• THE TASK:
The data below is to be copied exactly, line by line.

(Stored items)

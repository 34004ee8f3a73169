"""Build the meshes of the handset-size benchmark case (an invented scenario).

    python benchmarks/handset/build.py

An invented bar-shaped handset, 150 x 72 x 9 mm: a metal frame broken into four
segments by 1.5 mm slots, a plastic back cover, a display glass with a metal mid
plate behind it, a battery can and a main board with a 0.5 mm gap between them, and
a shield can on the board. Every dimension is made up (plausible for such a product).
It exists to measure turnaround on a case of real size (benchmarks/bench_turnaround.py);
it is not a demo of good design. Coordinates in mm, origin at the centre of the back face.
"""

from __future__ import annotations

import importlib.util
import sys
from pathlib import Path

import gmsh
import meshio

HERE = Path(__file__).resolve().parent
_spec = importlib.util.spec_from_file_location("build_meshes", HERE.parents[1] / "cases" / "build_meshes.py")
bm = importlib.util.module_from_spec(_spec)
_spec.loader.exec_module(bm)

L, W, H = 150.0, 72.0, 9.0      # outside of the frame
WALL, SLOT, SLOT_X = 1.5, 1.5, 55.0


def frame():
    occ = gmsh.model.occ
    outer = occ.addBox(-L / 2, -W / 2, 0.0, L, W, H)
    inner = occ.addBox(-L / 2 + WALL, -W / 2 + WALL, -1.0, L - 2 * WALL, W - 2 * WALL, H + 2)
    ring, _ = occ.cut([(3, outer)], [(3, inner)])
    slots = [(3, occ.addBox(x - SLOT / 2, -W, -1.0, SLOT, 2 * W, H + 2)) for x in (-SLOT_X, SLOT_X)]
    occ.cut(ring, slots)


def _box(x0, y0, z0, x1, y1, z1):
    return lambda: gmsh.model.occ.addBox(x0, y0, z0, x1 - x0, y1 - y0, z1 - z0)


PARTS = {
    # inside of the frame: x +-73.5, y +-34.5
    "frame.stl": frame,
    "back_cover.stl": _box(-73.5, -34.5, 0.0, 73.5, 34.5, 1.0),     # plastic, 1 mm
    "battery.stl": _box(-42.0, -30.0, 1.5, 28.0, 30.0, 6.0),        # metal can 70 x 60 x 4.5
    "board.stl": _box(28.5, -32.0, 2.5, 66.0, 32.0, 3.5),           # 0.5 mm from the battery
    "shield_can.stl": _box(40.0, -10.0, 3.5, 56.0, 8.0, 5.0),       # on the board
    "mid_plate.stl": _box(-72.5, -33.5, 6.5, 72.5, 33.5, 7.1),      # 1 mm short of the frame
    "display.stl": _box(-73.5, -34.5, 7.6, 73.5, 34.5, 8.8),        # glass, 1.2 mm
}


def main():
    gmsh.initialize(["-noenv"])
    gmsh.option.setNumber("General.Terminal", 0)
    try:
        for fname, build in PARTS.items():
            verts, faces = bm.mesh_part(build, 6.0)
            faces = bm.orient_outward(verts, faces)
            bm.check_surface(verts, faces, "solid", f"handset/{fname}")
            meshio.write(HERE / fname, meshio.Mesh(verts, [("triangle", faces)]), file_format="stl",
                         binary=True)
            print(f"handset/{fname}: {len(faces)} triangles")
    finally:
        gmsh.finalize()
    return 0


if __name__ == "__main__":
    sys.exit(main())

• SOLUTION FOR THIS EXERCISE:
repository 34004ee8f3a73169
"""Build the meshes of the handset-size benchmark case (an invented scenario).

    python benchmarks/handset/build.py

An invented bar-shaped handset, 150 x 72 x 9 mm: a metal frame broken into four
segments by 1.5 mm slots, a plastic back cover, a display glass with a metal mid
plate behind it, a battery can and a main board with a 0.5 mm gap between them, and
a shield can on the board. Every dimension is made up (plausible for such a product).
It exists to measure turnaround on a case of real size (benchmarks/bench_turnaround.py);
it is not a demo of good design. Coordinates in mm, origin at the centre of the back face.
"""

from __future__ import annotations

import importlib.util
import sys
from pathlib import Path

import gmsh
import meshio

HERE = Path(__file__).resolve().parent
_spec = importlib.util.spec_from_file_location("build_meshes", HERE.parents[1] / "cases" / "build_meshes.py")
bm = importlib.util.module_from_spec(_spec)
_spec.loader.exec_module(bm)

L, W, H = 150.0, 72.0, 9.0      # outside of the frame
WALL, SLOT, SLOT_X = 1.5, 1.5, 55.0


def frame():
    occ = gmsh.model.occ
    outer = occ.addBox(-L / 2, -W / 2, 0.0, L, W, H)
    inner = occ.addBox(-L / 2 + WALL, -W / 2 + WALL, -1.0, L - 2 * WALL, W - 2 * WALL, H + 2)
    ring, _ = occ.cut([(3, outer)], [(3, inner)])
    slots = [(3, occ.addBox(x - SLOT / 2, -W, -1.0, SLOT, 2 * W, H + 2)) for x in (-SLOT_X, SLOT_X)]
    occ.cut(ring, slots)


def _box(x0, y0, z0, x1, y1, z1):
    return lambda: gmsh.model.occ.addBox(x0, y0, z0, x1 - x0, y1 - y0, z1 - z0)


PARTS = {
    # inside of the frame: x +-73.5, y +-34.5
    "frame.stl": frame,
    "back_cover.stl": _box(-73.5, -34.5, 0.0, 73.5, 34.5, 1.0),     # plastic, 1 mm
    "battery.stl": _box(-42.0, -30.0, 1.5, 28.0, 30.0, 6.0),        # metal can 70 x 60 x 4.5
    "board.stl": _box(28.5, -32.0, 2.5, 66.0, 32.0, 3.5),           # 0.5 mm from the battery
    "shield_can.stl": _box(40.0, -10.0, 3.5, 56.0, 8.0, 5.0),       # on the board
    "mid_plate.stl": _box(-72.5, -33.5, 6.5, 72.5, 33.5, 7.1),      # 1 mm short of the frame
    "display.stl": _box(-73.5, -34.5, 7.6, 73.5, 34.5, 8.8),        # glass, 1.2 mm
}


def main():
    gmsh.initialize(["-noenv"])
    gmsh.option.setNumber("General.Terminal", 0)
    try:
        for fname, build in PARTS.items():
            verts, faces = bm.mesh_part(build, 6.0)
            faces = bm.orient_outward(verts, faces)
            bm.check_surface(verts, faces, "solid", f"handset/{fname}")
            meshio.write(HERE / fname, meshio.Mesh(verts, [("triangle", faces)]), file_format="stl",
                         binary=True)
            print(f"handset/{fname}: {len(faces)} triangles")
    finally:
        gmsh.finalize()
    return 0


if __name__ == "__main__":
    sys.exit(main())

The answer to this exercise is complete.